+++ Supplied records +++

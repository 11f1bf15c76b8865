package main

import (
	"bytes"
	"context"
	"os"
	"path/filepath"
	"regexp"
	"strconv"
	"strings"
	"testing"
	"time"

	"github.com/pulsefleet/pulsefleet/internal/sim"
	"github.com/pulsefleet/pulsefleet/internal/store"
)

// tune --gateway A,B merges the two gateways' histories per device in time
// order: its summary.csv equals tune --data on one store holding the union
// of both snapshots. Not the sum of the per-gateway runs: device "tm-0001"
// is split in time across the gateways (a failover), and an episode that
// runs over the split, the monitored time across it and the reference
// events near it are only right on the merged history; besides, the
// overlap of the two halves would be counted twice. The union store is
// built point by point, A's snapshot first: a store keeps the first value
// at a device time, as the merge keeps the first listed gateway's.
func TestTuneThroughSeveralGateways(t *testing.T) {
	if testing.Short() {
		t.Skip("process test")
	}
	a, b := startServe(t, t.TempDir()), startServe(t, t.TempDir())
	ctx, cancel := context.WithTimeout(context.Background(), 120*time.Second)
	defer cancel()
	start := time.Now().Add(-time.Hour).Truncate(time.Second)
	for _, r := range []struct {
		gw     *child
		prefix string
		start  time.Time
	}{
		{a, "ta", start}, {b, "tb", start},
		// the same device on both, its second half (and 30 s of overlap) on B
		{a, "tm", start}, {b, "tm", start.Add(60 * time.Second)},
	} {
		rep, err := sim.Run(ctx, sim.Options{Gateway: r.gw.grpcAddr, Devices: 2, IDPrefix: r.prefix, Mode: sim.ModeSummary,
			RateHz: 100, Speed: 30, Duration: 3 * time.Second, Seed: 43, Start: r.start})
		if err != nil || rep.FramesAcked < 50 || rep.StreamErrors != 0 {
			t.Fatalf("sim %s: %v %+v", r.prefix, err, rep)
		}
	}
	dir := t.TempDir()
	p := func(n string) string { return filepath.Join(dir, n) }
	mustRun := func(args ...string) string {
		t.Helper()
		code, out := runBinary(t, args...)
		if code != 0 {
			t.Fatalf("%v: exit %d: %s", args, code, out)
		}
		return out
	}
	// Both gateways quiet (the last frames written): two merged exports in
	// a row alike, so the snapshots below hold what tune's snapshots held.
	both := a.grpcAddr + "," + b.grpcAddr
	var last []byte
	for i := 0; ; i++ {
		mustRun("export", "--gateway", both, "--format", "csv", "--out", p("quiet.csv"))
		cur, err := os.ReadFile(p("quiet.csv"))
		if err != nil {
			t.Fatal(err)
		}
		if bytes.Equal(cur, last) {
			break
		}
		if i == 20 {
			t.Fatalf("the gateways' history still changes after %d exports", i)
		}
		last = cur
		time.Sleep(200 * time.Millisecond)
	}
	os.WriteFile(p("grid.yaml"), []byte("base: adult-ward-pilot\nsweep:\n  spo2_low.delay: [0s, 30s]\n  spo2_low.limit: [88, 92]\nreference:\n  rule: {below: 92, for: 10s}\n"), 0o600)
	stderr := mustRun("tune", "--grid", p("grid.yaml"), "--gateway", both, "--out", p("live"))
	m := regexp.MustCompile(`merged 2 gateways: (\d+) devices, (\d+) held by more than one; (\d+) duplicate points`).FindStringSubmatch(stderr)
	if m == nil || m[1] != "6" || m[2] != "2" {
		t.Fatalf("stderr does not report the merge of 6 devices, 2 on both gateways:\n%s", stderr)
	}
	if n, _ := strconv.Atoi(m[3]); n == 0 {
		t.Errorf("no duplicate points reported though tm-* overlap by 30 s on both gateways:\n%s", stderr)
	}
	for _, gw := range []string{a.grpcAddr, b.grpcAddr} {
		if !strings.Contains(stderr, "snapshot "+gw) {
			t.Errorf("no snapshot progress for %s on stderr:\n%s", gw, stderr)
		}
	}

	// The union store: both snapshots restored, their points written A first.
	union, err := store.Open(p("union"), store.Options{})
	if err != nil {
		t.Fatal(err)
	}
	seen := map[string]bool{}
	for i, c := range []*child{a, b} {
		snap, data := p("snap"+strconv.Itoa(i)+".db"), p("restored"+strconv.Itoa(i))
		mustRun("backup", "--gateway", c.grpcAddr, "--out", snap)
		mustRun("restore", "--data", data, "--from", snap)
		db, err := store.Open(data, store.Options{ReadOnly: true})
		if err != nil {
			t.Fatal(err)
		}
		devs, err := db.Devices()
		if err != nil {
			t.Fatal(err)
		}
		batch := &store.Batch{}
		for _, d := range devs {
			if !seen[d.ID] {
				seen[d.ID] = true
				d.Index = 0 // numbered anew by the union store (the two snapshots' numbers overlap)
				batch.Devices = append(batch.Devices, &d)
			}
			if err := db.Trend(d.ID, 0, 1<<53, func(pt store.Point) bool { batch.Points = append(batch.Points, pt); return true }); err != nil {
				t.Fatal(err)
			}
		}
		db.Close()
		if err := union.Write(batch); err != nil {
			t.Fatal(err)
		}
	}
	union.Close()
	mustRun("export", "--gateway", both, "--format", "csv", "--out", p("after.csv"))
	if after, _ := os.ReadFile(p("after.csv")); !bytes.Equal(after, last) {
		t.Fatalf("the gateways' history changed during the test: the comparison proves nothing")
	}
	mustRun("tune", "--grid", p("grid.yaml"), "--data", p("union"), "--out", p("offline"))
	live, err1 := os.ReadFile(p("live/summary.csv"))
	offline, err2 := os.ReadFile(p("offline/summary.csv"))
	if err1 != nil || err2 != nil {
		t.Fatal(err1, err2)
	}
	if bytes.Count(live, []byte("\n")) < 5 || !bytes.Equal(live, offline) {
		t.Errorf("summary.csv through two gateways (%d bytes) differs from --data on the union (%d bytes):\n%s\n---\n%s", len(live), len(offline), live, offline)
	}

	// An unreachable second gateway fails the command, naming it.
	dead := "127.0.0.1:1"
	code, out := runBinary(t, "tune", "--grid", p("grid.yaml"), "--gateway", a.grpcAddr+","+dead, "--out", p("dead"))
	if code != 1 || !strings.Contains(out, dead) {
		t.Errorf("unreachable second gateway: exit %d, stderr %q; want exit 1 naming %s", code, out, dead)
	}
	// Reviews cannot be merged across stores: refused, saying why.
	os.WriteFile(p("rev.yaml"), []byte("base: adult-ward-pilot\nsweep:\n  spo2_low.delay: [0s, 30s]\nreference:\n  reviews: {positive: [actionable], negative: [not-actionable]}\n"), 0o600)
	code, out = runBinary(t, "tune", "--grid", p("rev.yaml"), "--gateway", a.grpcAddr+","+b.grpcAddr, "--out", p("rev"))
	if code != 1 || !strings.Contains(out, "refused with several gateways") {
		t.Errorf("reviews with two gateways: exit %d, stderr %q; want exit 1, refused with the reason", code, out)
	}
}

+++

- [Task]
Look through the entries for the string "runs". Every line that has it belongs in the answer.

- [Output for this exercise]
// of both snapshots. Not the sum of the per-gateway runs: device "tm-0001"
// runs over the split, the monitored time across it and the reference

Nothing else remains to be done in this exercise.